Friedman’s lyrical interpretations of liturgy and biblical verse have reached a generation of Jews looking to connect to the words of their heritage through music. A singer, songwriter, and guitarist, she recorded 19 albums, including many songs which have become so much a part of many synagogue’s liturgy as to be considered “traditional.”
In 1996 Friedman celebrated the 25th anniversary of her musical career with a concert at Carnegie Hall. She performed in hundreds of cities in the United States, Canada, Europe and Israel. She appeared before national conventions and conferences for major Jewish organizations, including the General Assembly of Jewish Federations, Hadassah, Union for Reform Judaism, Rabbinical Assembly, Cantors Assembly, Wexner Heritage Foundation, Whizin Institute, National Association of Temple Educators, National Association of Temple Administrators, Central Conference of American Rabbis, Women of Reform Judaism, World Union for Progressive Judaism, World Jewish Congress, American Jewish Congress, American Jewish Committee, National Federation of Temple Youth, and United Synagogue Youth.

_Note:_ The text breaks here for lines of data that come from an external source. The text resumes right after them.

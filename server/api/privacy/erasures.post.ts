// Erases one farm's personal data everywhere it lives, at the farmer's request; audited with the reason.
export default defineRoleHandler(['coordinator'], async (event, user) => {
  const body = await readValidatedBody(event, validateWith(erasureRequestSchema))
  return eraseFarm(event, user, body)
})
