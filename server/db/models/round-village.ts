import { DataTypes, Model, type CreationOptional, type InferAttributes, type InferCreationAttributes, type Sequelize } from 'sequelize'

export class RoundVillage extends Model<InferAttributes<RoundVillage>, InferCreationAttributes<RoundVillage>> {
  declare roundId: number
  declare villageId: number
  declare createdAt: CreationOptional<Date>

  static initModel(sequelize: Sequelize) {
    RoundVillage.init({
      roundId: { type: DataTypes.INTEGER.UNSIGNED, primaryKey: true },
      villageId: { type: DataTypes.INTEGER.UNSIGNED, primaryKey: true },
      createdAt: DataTypes.DATE
    }, { sequelize, tableName: 'round_villages', updatedAt: false })
  }
}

She served as cantorial soloist for three years at the New Reform Congregation in Los Angeles, California. As a music educator, she directed the music component of the intensive Hebrew Chalutzim program at Olin-Sang-Ruby Union Institute in Oconomowoc, Wisconsin, where she continued to co-lead Hava Nashira, the annual song leading and music workshop she created. She served on the faculty of the Jewish Perspectives on Care at the End of Life Symposium at Duke University Divinity School in Durham, North Carolina; the Summer Institute for Jewish Educators, co-sponsored by the University of Judaism and the Whizin Institute in Los Angeles; HUC-JIR’s Kalsman Institute on Judaism and Health; the Academy for Jewish Religion in New York; the Elat Chayyim Jewish Spiritual Retreat; the Brandeis Bardin Institute in Brandeis, California; and the Union for Reform Judaism’s summer Kallah programs held at Brandeis University, the University of California at Santa Cruz, and Franklin Pierce College.